Nama adalah sangat penting di dunia Perjanjian Lama. Nama-nama Ibrani biasanya mempunyai arti yang akan menjadi bagian yang penting dari kehidupan orang itu. Orang Yahudi berpendapat bahwa mereka harus lebih dahulu mengetahui nama seseorang sebelum mereka dapat mengenal orang itu sendiri. Kita hanya perlu melihat nama Yakub, artinya "pemegang tumit," untuk melihat pentingnya sebuah nama. Mengetahui nama Yakub adalah mengetahui sifat dasarnya! Karena itu, perbuatan memilih nama untuk seorang bayi adalah tanggung jawab yang serius. Setelah Masa Pembuangan, arti sebuah nama menjadi kurang penting. Seorang anak mungkin diberi nama Daniel, bukan sebab artinya, tetapi untuk menghormati hamba Allah yang tersohor itu. Namun, ada kekecualian, selama masa ini pun. Misalnya, nama Yesus adalah bentuk Yunani dari nama Ibrani Yosua, yang berarti, "keselamatan dari Yahwe." Nama anak itu diberi oleh salah seorang atau kedua orang tua. Alkitab menunjukkan bahwa biasanya ibu yang memberi nama anak bayi itu. Seperti sekarang ini, orang lain memberanikan diri untuk membantu dalam tugas penting ini. Apabila kemauan para tetangga dan kerabat Elisabet dituruti, anaknya akan dinamai "Zakharia." Akan tetapi, Elisabet memprotes, serta mendesak bahwa anak. itu harus dinamai "Yohanes" (Luk. 1:60-61).

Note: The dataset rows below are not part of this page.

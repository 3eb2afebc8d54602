import { readFile, stat } from "node:fs/promises";
import { resolve } from "node:path";
import type { OpenStudy } from "../../core/contract/engine";
import { Fault } from "../../core/model/errors";
import type { DeformationChoice } from "../../core/study/scales/deformation";
import { parseRadiusTable } from "../../core/study/scales/radius-table";

/** A table larger than this is refused unread: a line a kilometre from pole to pole takes less. */
const largestBytes = 2 ** 20;

/** The study's choice of deformation radius, a file's table read. Errors (Fault "file"): missing, too large, see parseRadiusTable. */
export async function deformationChoice({ study, folder }: OpenStudy): Promise<DeformationChoice> {
  const { deformation } = study.scales;
  if (deformation === "table" || "waveSpeed" in deformation) return deformation;
  const path = resolve(folder, deformation.file);
  try {
    const { size } = await stat(path);
    if (size > largestBytes) throw unreadable(path, `${Math.ceil(size / 2 ** 20)} MB`);
    return { table: parseRadiusTable(await readFile(path, "utf8"), path) };
  } catch (error) {
    if (error instanceof Fault) throw error;
    const code = (error as NodeJS.ErrnoException).code ?? "an error";
    throw unreadable(path, code === "ENOENT" ? "no such file" : code === "EISDIR" ? "a folder" : code);
  }
}

function unreadable(path: string, got: string): Fault {
  return new Fault({
    tag: "file",
    where: path,
    expected: "a text file of at most 1 MB with lines of latitude, km",
    got,
    advice: 'check scales.deformation.file in the study, or set scales.deformation to "table"',
  });
}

Alkitab tidak mengatakan secara khusus kapan seorang anak harus diberi nama. Dalam beberapa kasus, sang ibu memberi nama anak itu pada hari kelahirannya (I Sam. 4:21). Pada zaman Perjanjian Baru, seorang bayi laki-laki biasanya diberi nama pada hari kedelapan, pada waktu ia disunat (bdg. Luk. 1:59; 2:21). Banyak nama di Alkitab adalah theophoric. Ini berarti bahwa sebuah nama ilahi digabungkan dengan sebuah kata benda atau kata kerja, sehingga menghasilkan sebuah kalimat sebagai nama. Misalnya, Yonatan berarti "Tuhan telah memberi." Nama Elia merujuk kepada kesetiaan nabi itu, "Allahku (adalah) Tuhan." Hal ini juga berlaku untuk banyak nama orang kafir. Banyak nama di Perjanjian Lama mengandung kata Baal. Cucu laki-laki Raja Saul disebut Meribaal (I Taw. 8:34).Keadaan-keadaan sekitar kelahiran seorang bayi kadang-kadang mempengaruhi pilihan nama anak itu. Misalnya, apabila . seorang wanita pergi ke perigi untuk mengambil air dan bayinya lahir di sana, ia mungkin akan menamai anaknya Beera, "(dilahirkan di) perigi." Seorang bayi yang lahir sementara badai hujan pada musim dingin mungkin dinamai Barak, "halilintar." Ketika orang Filistin merebut tabut perjanjian dari Israel, seorang ibu sedang melahirkan anaknya. Sang bayi dinamai Ikabod, artinya "Tiada kemuliaan." Dalam perkataan ibunya, "Telah lenyap kemuliaan dari Israel" (I Sam. 4:21).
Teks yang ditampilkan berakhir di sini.